# death of nonbelieving relative



## kappazei (Aug 24, 2013)

If I could, I'd like some advice on dealing with the death of a non-believing relative. He never confessed Christ during his life nor at his deathbed, although he did pre arrange to have a minister present upon his death and he was semi conscious as I spoke scripture to him and urged him to turn to God. (apparently, the hospital chaplain was a realy tactless jerk when they prounounced my brother-in-law as dead the first time)
The relatives all know I'm an evangelical believer.
They know I believe that people who don't believe in Christ go to hell.
The widow let my wife and I do the 'last rites', where I assured them that God knows how much they loved him and that God is good and can be counted on to do the right thing with my brother-in-law's soul.
Those present as we prayed appreciated it.

The widow is adamant that he was always a good man and that her influence on him only brought out the good in him. (He bacame a considerably kinder man after he met his present wife)

I also posted something on fb which was considered to be fairly disrespectful to his memory so soon after his death, so I'm in their bad books right now.

So what do I say to them now?


----------



## kappazei (Aug 24, 2013)

Yes, I did apologise personally to the widow and made a public aplology online.


----------



## Edward (Aug 24, 2013)

kappazei said:


> apparently, the hospital chaplain was a realy tactless jerk when they prounounced my brother-in-law as dead the first time



Mote, log, eye? 

And did you perhaps get this second hand from folks who might say the same about you? 

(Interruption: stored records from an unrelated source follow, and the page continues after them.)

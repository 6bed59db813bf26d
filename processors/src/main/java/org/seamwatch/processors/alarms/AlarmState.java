package org.seamwatch.processors.alarms;

import com.fasterxml.jackson.annotation.JsonIgnore;
import java.time.LocalDate;
import java.util.List;
import org.jspecify.annotations.Nullable;
import org.seamwatch.schemas.record.AlarmResponse;

/**
 * An alarm as the series keeps it.
 *
 * @param id series and day it was raised for; fixed
 * @param raisedFor the day it was first raised for
 * @param start first signalling day of its episode, as the data now have it
 * @param lastSignal last signalling day of its episode
 * @param end the day that ended its episode; null while that is open
 * @param withdrawn whether revised data took its episode away
 * @param sequence changes so far
 * @param statistics statistics that have signalled in its episode
 * @param overdue whether it has been said to be overdue
 * @param response the last response
 */
public record AlarmState(
        String id,
        LocalDate raisedFor,
        LocalDate start,
        LocalDate lastSignal,
        @Nullable LocalDate end,
        boolean withdrawn,
        int sequence,
        List<String> statistics,
        boolean overdue,
        @Nullable AlarmResponse response) {

    /** So many days open make an alarm overdue. */
    public static final int OVERDUE_DAYS = 56;

    public AlarmState {
        statistics = List.copyOf(statistics);
    }

    static AlarmState raised(String id, Episode episode) {
        return new AlarmState(
                id,
                episode.start(),
                episode.start(),
                episode.lastSignal(),
                null,
                false,
                1,
                episode.statistics(),
                false,
                null);
    }

    /** Whether it waits for its end. */
    @JsonIgnore
    public boolean isOpen() {
        return !withdrawn && end == null;
    }

    /** Whether it is open and no one has said what it was. */
    boolean isUnanswered() {
        return isOpen() && (response == null || !response.verdict().isAnswer());
    }

    /** Whether its episode reaches a day or goes on after it. */
    boolean reaches(LocalDate day) {
        return isOpen() || !lastDay().isBefore(day);
    }

    boolean overlaps(Episode episode) {
        boolean startsInTime = episode.end() == null || !start.isAfter(episode.end());
        boolean lastsLongEnough = isOpen() || !lastDay().isBefore(episode.start());
        return startsInTime && lastsLongEnough;
    }

    private LocalDate lastDay() {
        return end == null ? lastSignal : end;
    }

    /** The last day that anything of it is known of. */
    public LocalDate newestDay() {
        return lastDay();
    }

    AlarmState as(Episode episode) {
        return new AlarmState(
                id,
                raisedFor,
                episode.start(),
                episode.lastSignal(),
                episode.end(),
                false,
                sequence,
                episode.statistics(),
                overdue,
                response);
    }

    AlarmState withdraw() {
        return new AlarmState(id, raisedFor, start, lastSignal, end, true, sequence, statistics, overdue, response);
    }

    AlarmState next() {
        return new AlarmState(
                id, raisedFor, start, lastSignal, end, withdrawn, sequence + 1, statistics, overdue, response);
    }

    AlarmState asOverdue() {
        return new AlarmState(id, raisedFor, start, lastSignal, end, withdrawn, sequence, statistics, true, response);
    }

    /** The alarm with a response, as one more change. */
    public AlarmState answered(AlarmResponse newResponse) {
        return new AlarmState(
                        id, raisedFor, start, lastSignal, end, withdrawn, sequence, statistics, overdue, newResponse)
                .next();
    }
}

My advice? When you find yourself in a hole, quit digging.


----------



## kappazei (Aug 24, 2013)

so messed up right now.


----------



## Elizabeth (Aug 24, 2013)

Praying for you, Bob. All of my relatives are unbelievers, and I don't know how I'll handle these sorts of things if/when they come to pass. I think maybe just being a listening ear for them, any physical help you can give(food, cleaning, whatever of that sort). Be the Lord's hands. God bless you.


----------



## joejohnston3 (Aug 24, 2013)

We will pray for you, Bob and hope that you get some good advice and sense the Lord's leading.


----------



## GloriousBoaz (Aug 24, 2013)

I don't know if this helps or not but I still live with my mom and sister (and her husband and kids) every day I get to hear her yelling at the kids at the top of her lungs and they won't take constructive criticism, they all claim Christ but there is no fruit but thistles; my mother has enough dust on her bible cover to write the words "damnation" across. Now my grandparesnts who have a false assurance instilled in them from the organized religious system they have been influenced by their entire life, but my grandpa's dementia is to the point where he doesn't recognize me or can he carry on a conversation at all, they are the hardest for me to talk to about Christ because they believe that no one can understand the bible but their pastor. 

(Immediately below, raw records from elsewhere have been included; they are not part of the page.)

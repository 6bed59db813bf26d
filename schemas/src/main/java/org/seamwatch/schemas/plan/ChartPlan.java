package org.seamwatch.schemas.plan;

/** One chart of a statistic, as the plan asks for it. */
public sealed interface ChartPlan {

    /** Name of the chart. */
    String name();

    /** How many previous usable values learning regresses on, from 0. */
    int order();

    /** Sides with limits. */
    Sides sides();

    /** Shewhart's chart of single scores. */
    record Individuals(int order, Sides sides) implements ChartPlan {
        @Override
        public String name() {
            return "individuals";
        }
    }

    /**
     * Exponentially weighted moving average of the scores.
     *
     * @param weight weight of the newest score, in (0, 1]
     */
    record Ewma(double weight, int order, Sides sides) implements ChartPlan {
        @Override
        public String name() {
            return "ewma";
        }
    }
}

So that was the dark side now for some light. My father and I got in a drag out full on fist fight when I was in high school in 03'. They got divorced then. Life went bad for me I did drugs and questioned christianity. But now I am well saved and God fearing and have been for about 7 years. My Dad is too and our relationship is better than it ever has been. 

This slightly relevant story I hope just says your're not alone. It is really hard when those we love hate the object of our deepest affection, or sometimes worse are indifferent to God, but God is sovereign and He does what He pleases, and he has saved my dad, and me and a host of others and for that I praise Him and I know there is much to hope for some to many of your loved ones.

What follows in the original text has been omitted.